What Is Genetic Information?

Federal law prohibits multiple forms of discrimination, including age, race, and sexual orientation, yet many California residents may not know that employers are also prohibited from using genetic information to discriminate against workers, or even understand what genetic information is. According to the U.S. Equal Employment Opportunity Commission, genetic information includes different aspects of a person’s genetic background.

First, genetic information can consist of certain medical information about a person. For example, if a person has undergone genetic testing, the results derived from these tests are considered genetic information. Additionally, if a person has participated in genetic services, data taken from these services is also classified as genetic information. Genetic information may also include an individual’s participation in clinical research that utilizes genetic services.

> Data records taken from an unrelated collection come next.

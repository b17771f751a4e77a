/**
 * Messages of the physics layer as thrown and returned: refusals of bad
 * input, conventions, notes and warnings of the fits, reasons of the
 * numerical transition search.
 */
import { describe, expect, it } from 'vitest';
import { messageText } from '../../../src/core/messages';
import type { ICoreMessage } from '../../../src/core/messages';
import {
  beanRodbellState,
  beanRodbellTransition,
  brillouinChecked,
  compareWithClasses,
  coupledPhases,
  deGennesTransition,
  effectiveExponentScan,
  effectiveMoment,
  fitBeanRodbell,
  fitCurieWeiss,
  fitLandau,
  fitPowerLaw,
  fitWeissIsotherms,
  fitWeissMT,
  fromConventionL,
  followPath,
  inverseBrillouin,
  ising2dMagnetisation,
  landauDerived,
  landauEquilibriumPsi,
  landauStationary,
  landauTransitionNumeric,
  linspace,
  meanFieldIsingTc,
  PhysicsInputError,
  referenceCurve,
  toConventionL,
  toDevonshire,
  weissCurieConstantSI,
  weissInverseIsotherm,
  weissMagnetisation
} from '../../../src/core/physics/index';
import type { ReferenceCurveKind } from '../../../src/core/physics/index';
import { expectGoodMessages, thrownMessage } from '../numeric/messageRules';

const SECOND = { a: 1, T0: 300, b: 2, c: 0.5, d: 0 };
const FIRST = { a: 1, T0: 300, b: -2, c: 1, d: 0 };

const bad: [string, () => unknown][] = [
  ['spin', () => weissMagnetisation(0.3, [0.5])],
  ['spin not positive', () => brillouinChecked(-1, 1)],
  ['brillouin NaN', () => brillouinChecked(1, NaN)],
  ['inverse brillouin', () => inverseBrillouin(1, 1.5)],
  ['tau', () => weissMagnetisation(0.5, [0.5, -1])],
  ['h', () => weissMagnetisation(0.5, [0.5], [Infinity])],
  ['tau/h lengths', () => weissMagnetisation(0.5, [0.5, 0.6], [0.1])],
  ['inverse isotherm tau', () => weissInverseIsotherm(0.5, 0, 0.1)],
  ['eta', () => beanRodbellState(0.5, -1, 1)],
  ['bean-rodbell tau', () => beanRodbellState(0.5, 1, 0)],
  ['bean-rodbell h', () => beanRodbellState(0.5, 1, 1, NaN)],
  ['bean-rodbell fit lengths', () => fitBeanRodbell({ T: [1, 2, 3, 4], M: [1, 1, 1] }, { J: 0.5, start: [1, 1, 0] })],
  ['bean-rodbell fit few', () => fitBeanRodbell({ T: [1, 2, 3], M: [1, 1, 1] }, { J: 0.5, start: [1, 1, 0] })],
  ['bean-rodbell fit T', () => fitBeanRodbell({ T: [1, 2, 3, -4], M: [1, 1, 1, 1] }, { J: 0.5, start: [1, 1, 0] })],
  ['bean-rodbell fit M', () => fitBeanRodbell({ T: [1, 2, 3, 4], M: [1, 1, 1, NaN] }, { J: 0.5, start: [1, 1, 0] })],
  ['coupled finite', () => coupledPhases({ a1: 1, a2: 1, b1: 1, b2: 1, T1: NaN, T2: 1, lambda: 0 }, 1)],
  ['coupled positive', () => coupledPhases({ a1: -1, a2: 1, b1: 1, b2: 1, T1: 1, T2: 1, lambda: 0 }, 1)],
  ['coupled unbounded', () => coupledPhases({ a1: 1, a2: 1, b1: 1, b2: 1, T1: 1, T2: 1, lambda: -2 }, 1)],
  ['curie constant', () => effectiveMoment(-1, 'SI')],
  ['ions', () => effectiveMoment(1, 'SI', 0)],
  ['curie-weiss lengths', () => fitCurieWeiss({ T: [1, 2, 3, 4], chi: [1, 2, 3] }, { units: 'SI' })],
  ['curie-weiss point', () => fitCurieWeiss({ T: [1, 2, 3, 4], chi: [1, 2, 3, NaN] }, { units: 'SI' })],
  ['curie-weiss few', () => fitCurieWeiss({ T: [1, 2, 3], chi: [1, 2, 3] }, { units: 'SI' })],
  ['curie-weiss few above', () => fitCurieWeiss({ T: [100, 200, 300, 400, 500], chi: [1, 2, 3, 4, 5] }, { units: 'SI', Tmin: 350 })],
  ['de gennes', () => deGennesTransition({ a: 0.1, B: -1, C: 2, Tstar: 300 })],
  ['de gennes finite', () => deGennesTransition({ a: 0.1, B: 1, C: 2, Tstar: NaN })],
  ['ising', () => ising2dMagnetisation(0)],
  ['ising z', () => meanFieldIsingTc(0)],
  ['reference tau', () => referenceCurve('weiss', [0])],
  ['reference kind', () => referenceCurve('nothing' as ReferenceCurveKind, [0.5])],
  ['weiss fit moment', () => fitWeissMT({ T: [1, 2, 3], M: [1, 1, 1] }, { J: 3.5, fieldTesla: 1 })],
  ['weiss fit few', () => fitWeissMT({ T: [1, 2], M: [1, 1] }, { J: 0.5 })],
  ['weiss fit T', () => fitWeissMT({ T: [1, 2, -3], M: [1, 1, 1] }, { J: 0.5 })],
  ['weiss fit M', () => fitWeissMT({ T: [1, 2, 3], M: [1, 1, NaN] }, { J: 0.5 })],
  ['weiss fit lengths', () => fitWeissMT({ T: [1, 2, 3], M: [1, 1] }, { J: 0.5 })],
  ['weiss isotherms B', () => fitWeissIsotherms({ T: [1, 2, 3], B: [1], M: [1, 1, 1] }, { J: 0.5, start: [1, 1, 1] })],
  ['weiss curie classical', () => weissCurieConstantSI(1, 2, Infinity)],
  ['power law lengths', () => fitPowerLaw({ T: [1, 2, 3, 4], y: [1, 2, 3] })],
  ['power law point', () => fitPowerLaw({ T: [1, 2, 3, 4], y: [1, 2, 3, NaN] })],
  ['power law proxy', () => fitPowerLaw({ T: [1, 2, 3, 4], y: [1, 2, 3, 4] }, { proxyPower: 0 })],
  ['power law wegner', () => fitPowerLaw({ T: [1, 2, 3, 4], y: [1, 2, 3, 4] }, { wegnerDelta: -1 })],
  ['window lengths', () => effectiveExponentScan({ T: [1, 2], y: [1] }, [0], [1])],
  ['landau a', () => landauStationary({ a: -1, b: 1, c: 1, T0: 0 }, 1)],
  ['landau unbounded', () => landauStationary({ a: 1, b: 1, c: -1, T0: 0 }, 1)],
  ['landau T0', () => landauStationary({ a: 1, b: 1, c: 1, T0: NaN }, 1)],
  ['landau closed forms', () => landauDerived({ ...FIRST, d: 1 })],
  ['landau devonshire', () => toDevonshire({ ...FIRST, d: 1 })],
  ['landau ginzburg', () => fromConventionL(FIRST, 'ginzburg-landau')],
  ['landau unknown', () => fromConventionL(FIRST, 'other' as 'L')],
  ['landau unknown input', () => toConventionL({ convention: 'other' } as unknown as Parameters<typeof toConventionL>[0])],
  ['landau curie', () => toConventionL({ convention: 'devonshire', coefficients: { curieConstant: -1, T0: 1, alpha11: 1, alpha111: 1 } })],
  ['landau fit lengths', () => fitLandau({ psi: { T: [1, 2, 3, 4], y: [1, 1, 1] } }, { start: { a: 1, b: 1, c: 0, T0: 4 } })],
  ['landau fit point', () => fitLandau({ psi: { T: [1, 2, 3, NaN], y: [1, 0, 0, 0] } }, { start: { a: 1, b: 1, c: 0, T0: 4 } })],
  ['landau fit sigma', () => fitLandau({ psi: { T: [1, 2, 3, 4], y: [1, 1, 1, 0] }, inverseChi: { T: [5, 6], y: [1, 2], sigma: [0.1, 0.1] } }, { start: { a: 1, b: 1, c: 0, T0: 4 } })],
  ['landau fit few', () => fitLandau({ psi: { T: [1, 2], y: [1, 0] } }, { start: { a: 1, b: 1, c: 0, T0: 4 } })],
  ['path lengths', () => followPath(FIRST, [1, 2], [0])],
  ['path point', () => followPath(FIRST, [1, NaN], [0, 0])],
  ['grid', () => linspace(0, 1, 1)]
];

describe('physics messages', () => {
  it('every refusal throws a PhysicsInputError with a good message', () => {
    const messages = bad.map(([what, fn]) => {
      const m = thrownMessage(fn, PhysicsInputError);
      expect(m.code, what).toMatch(/^physics\./);
      return m;
    });
    expect(expectGoodMessages(messages)).toBe(bad.length);
    expect(messageText(thrownMessage(() => weissMagnetisation(0.5, [0.5, -1]), PhysicsInputError))).toBe(
      'Point 2 has τ = −1: every reduced temperature must be a finite number above 0.'
    );
  });

  it('conventions, descriptions, notes, warnings and reasons of results are good', () => {
    const out: (ICoreMessage | null)[] = [];
    const T = linspace(150, 290, 40);
    const M = T.map(t => weissMagnetisation(0.5, [t / 300])[0]);
    const weiss = fitWeissMT({ T, M }, { J: 0.5, coarseAbove: 10, coarsePoints: 8 });
    out.push(weiss.convention, weiss.reason, ...weiss.warnings, ...weiss.notes);
    expect(weiss.notes.map(n => n.code)).toContain('physics.weiss.coarse-start');
    const Tcw = linspace(400, 800, 30);
    const cw = fitCurieWeiss({ T: Tcw, chi: Tcw.map(t => 0.001 + 3 / (t - 300)) }, { units: 'cgs-emu' });
    out.push(cw.convention, cw.reason, ...cw.warnings, effectiveMoment(3, 'SI').convention, effectiveMoment(3, 'cgs-emu').convention);
    const Tp = linspace(250, 299, 30);
    const pl = fitPowerLaw({ T: Tp, y: Tp.map(t => 2 * Math.pow(1 - t / 300, 0.33)) }, { proxyPower: 2 });
    out.push(pl.convention, pl.reason, ...pl.warnings);
    const scan = effectiveExponentScan({ T: Tp, y: Tp.map(t => 2 * Math.pow(1 - t / 300, 0.33)) }, [0, 0.15], [0.05, 0.2], { minPoints: 6 });
    out.push(scan.convention, ...scan.cells.map(c => c.reason));
    expect(scan.cells.some(c => c.reason.code === 'physics.window.too-few-points')).toBe(true);
    const Tl = linspace(200, 299, 30);
    const landau = fitLandau({ psi: { T: Tl, y: Tl.map(t => landauEquilibriumPsi(SECOND, t)) } }, { start: { a: 1, T0: 295, b: 1.5, c: 0.4 }, reportIn: 'ginzburg-landau' });
    out.push(landau.reason, ...landau.warnings, ...landau.notes);
    for (const kind of ['weiss', 'landau-mean-field', 'tricritical', 'ising-2d'] as const) {
      out.push(referenceCurve(kind, [0.5, 0.9]).description);
    }
    out.push(compareWithClasses({ beta: { value: 0.33, error: 0.01 } }).warning);
    out.push(landauTransitionNumeric(FIRST).reason, landauTransitionNumeric(SECOND).reason, landauTransitionNumeric({ ...FIRST, d: -1 }).reason);
    out.push(beanRodbellTransition(0.5, 0.5).convention, beanRodbellTransition(0.5, 2).convention);
    out.push(deGennesTransition({ a: 0.1, B: 1, C: 2, Tstar: 300 }).convention);
    out.push(coupledPhases({ a1: 1, a2: 1, b1: 1, b2: 1, T1: 2, T2: 1, lambda: 0.5 }, 1).convention);
    const Tb = linspace(100, 290, 12);
    const br = fitBeanRodbell({ T: Tb, M: Tb.map(t => 2 * weissMagnetisation(0.5, [t / 300])[0]) }, { J: 0.5, start: [2, 300, 0], fixEta: true });
    out.push(br.convention, br.reason, ...br.warnings, ...br.notes);
    expect(expectGoodMessages(out)).toBeGreaterThan(30);
  });
});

An individual’s genetic information can also apply to family members. This includes genetic testing or genetic services performed on family members. Genetic information may extend to the fetus of a family member, or a frozen embryo that is legally held by a member of the family using assisted reproductive means. Additionally, records that detail ailments and diseases of family members, also known as family medical history, is also part of a person’s genetic information since a family’s prior medical history can be used to figure out if a person is at added risk of a disease, a medical condition or other ailments at a later date.

The Genetic Information Nondiscrimination Act of 2008 makes it clear that this information cannot be used by employers in making hiring decisions. Additionally, labor organizations, employment agencies, and other entities covered by Title II of GINA are restricted from making requests to see such information, as well as purchasing or requiring genetic information. This law also places strict limits on how genetic information can be disclosed.

This article is intended to inform you about the topic of genetic information and should not be taken as legal advice.